• WHAT IS EXPECTED: For the records below, print the lines from the line with "package org.tracegas.quantify.linelist;" through the line with "import org.tracegas.quantify.FitAlgorithm;" exactly as written; include both end lines and exclude the rest.

• Entries taken from a collection:
____

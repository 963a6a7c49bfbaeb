#!/usr/bin/env bash
# Regenerates the workspace model code (bundles/org.tracegas.model/src-gen) from model/workspace.genmodel.
# Plain Maven, outside the Tycho reactor; MVN may name another Maven (3.8 or newer).
set -euo pipefail
here=$(cd "${0%/*}" && pwd)
"${MVN:-mvn}" -B -q -f "$here/pom.xml" compile exec:java
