package org.tracegas.quantify.linelist;

import java.util.ArrayList;
import java.util.List;
import java.util.Map;
import java.util.Set;
import java.util.concurrent.ConcurrentHashMap;

import org.tracegas.library.synthesis.LineByLineModel;
import org.tracegas.quantify.FitAlgorithm;
import org.tracegas.quantify.PreparedFit;
import org.tracegas.quantify.QuantificationMethod;
import org.tracegas.quantify.ShiftTerm;
import org.tracegas.quantify.internal.SystemsFit;
import org.tracegas.quantify.linelist.internal.AtMeasuredConditions;
import org.tracegas.quantify.linelist.internal.ConditionCell;
import org.tracegas.quantify.linelist.internal.LineListSystem;
import org.tracegas.quantify.linelist.internal.MixtureModel;
import org.tracegas.quantify.linelist.internal.SetupSettings;
import org.tracegas.spectrum.SpectralAxis;

/**
 * Fits the sample with spectra computed from line lists at the cell's conditions, after Griffith, Appl. Spectrosc.
 * 50, 59 (1996): the monochromatic transmittance of the whole mixture, the product of every compound's
 * exp(-tau), computed line by line on a fine grid at the cell's temperature, pressure and path, then seen through
 * the instrument (line shape of the apodization and maximum path difference, field-of-view broadening) and turned
 * into absorbance. All amounts, the baselines and (with {@link ShiftTerm#SCALE}) a relative wavenumber scale are
 * fitted together by Levenberg-Marquardt; the uncertainty comes from the final Jacobian. Needs no reference
 * spectra, so no amount is outside a calibrated range.
 * <p>
 * Installed through the extension point, the algorithm takes its setup from the method's {@link
 * QuantificationMethod#algorithmSettings() settings} (a method file's {@code [line-list]} block with the
 * method's apodization and resolution), so the method's text and hash bind the line lists (by SHA-256), the cell's
 * conditions and the instrument; each line list is read and checked when the method is prepared. Created with a
 * setup, it uses that setup and ignores the method's settings.
 * <p>
 * With {@link LineListSetup#measuredConditions()} the spectra are computed at each sample's own measured cell
 * temperature and pressure ({@link AtMeasuredConditions}, interpolated between conditions computed once per
 * {@link ConditionCell}); the method is still prepared, and so checked, at the stated ones.
 */
public final class LineListAlgorithm implements FitAlgorithm {

    /** The name in method files and stored method versions. */
    public static final String NAME = "line-list";

    /** Null when the setup comes from each method's settings. */
    private final LineListSetup setup;

    /** The algorithm that builds its setup from each method's settings; the one the extension point installs. */
    public LineListAlgorithm() {
        this.setup = null;
    }

    public LineListAlgorithm(LineListSetup setup) {
        if (setup == null) {
            throw new IllegalArgumentException("setup must not be null");
        }
        this.setup = setup;
    }

    /** The setup given at creation; empty when each method's settings give it. */
    public java.util.Optional<LineListSetup> setup() {
        return java.util.Optional.ofNullable(setup);
    }

    @Override
    public String name() {
        return NAME;
    }

    @Override
    public Set<ShiftTerm> shiftTerms() {
        return Set.of(ShiftTerm.SCALE);
    }

    @Override
    public boolean fitsReferences() {
        return false;
    }

    /**
     * @throws IllegalArgumentException also if the setup has no line list of a compound the method fits, or (setup
     *                                  from the method) a setting is missing or malformed or a line list cannot be
     *                                  read or has another SHA-256 than the method states
     */
    @Override
    public PreparedFit prepare(QuantificationMethod method, SpectralAxis axis) {
        LineListSetup setup = this.setup != null ? this.setup : SetupSettings.read(method);
        for (String compound : method.fittedCompounds()) {
            if (!setup.models().containsKey(compound)) {
                throw new IllegalArgumentException("method " + method.name() + " fits " + compound
                        + ", of which the line-list setup has no line list; it has "
                        + new java.util.TreeSet<>(setup.models().keySet()));
            }
        }
        SystemsFit stated = systems(method, axis, setup, (label, models, low, high) -> new MixtureModel(models,
                setup.temperature(), setup.pressure(), method.pathLengthMetres(), setup.lineShape(),
                setup.fieldOfView(), low, high));
        return setup.measuredConditions() ? new AtMeasuredConditions(method.name(), stated, (t0, p0) -> {
            // one cell per fit, made when its first sample comes
            Map<String, ConditionCell> cells = new ConcurrentHashMap<>();
            return (t, p) -> systems(method, axis, setup, (label, models, low, high) -> cells.computeIfAbsent(label,
                    l -> new ConditionCell(models, t0, p0, method.pathLengthMetres(), setup.lineShape(),
                            setup.fieldOfView(), low, high)).at(t, p));
        }) : stated;
    }

    /** Gives the mixture's model of one fit, named by its label: its compounds' models, read within [low, high]. */
    @FunctionalInterface
    private interface Mixtures {
        MixtureModel of(String label, List<LineByLineModel> models, double low, double high);
    }

    private static SystemsFit systems(QuantificationMethod method, SpectralAxis axis, LineListSetup setup,
            Mixtures mixtures) {
        return new SystemsFit(method, axis, (label, compounds, points, wavenumbers) -> {
            List<LineByLineModel> models = new ArrayList<>();
            compounds.forEach(c -> models.add(setup.models().get(c)));
            double low = Double.POSITIVE_INFINITY;
            double high = Double.NEGATIVE_INFINITY;
            for (int j = 0; j < points.size(); j++) {
                low = Math.min(low, wavenumbers[points.row(j)]);
                high = Math.max(high, wavenumbers[points.row(j)]);
            }
            return new LineListSystem(label, compounds, mixtures.of(label, models, low, high), points, wavenumbers,
                    method.shiftTerm() == ShiftTerm.SCALE, method.tolerance(), method.maxIterations());
        });
    }

    @Override
    public boolean equals(Object o) {
        return o instanceof LineListAlgorithm a && java.util.Objects.equals(a.setup, setup);
    }

    @Override
    public int hashCode() {
        return java.util.Objects.hashCode(setup);
    }

    @Override
    public String toString() {
        return NAME;
    }
}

____

• SOLVED EXERCISE:
package org.tracegas.quantify.linelist;

import java.util.ArrayList;
import java.util.List;
import java.util.Map;
import java.util.Set;
import java.util.concurrent.ConcurrentHashMap;

import org.tracegas.library.synthesis.LineByLineModel;
import org.tracegas.quantify.FitAlgorithm;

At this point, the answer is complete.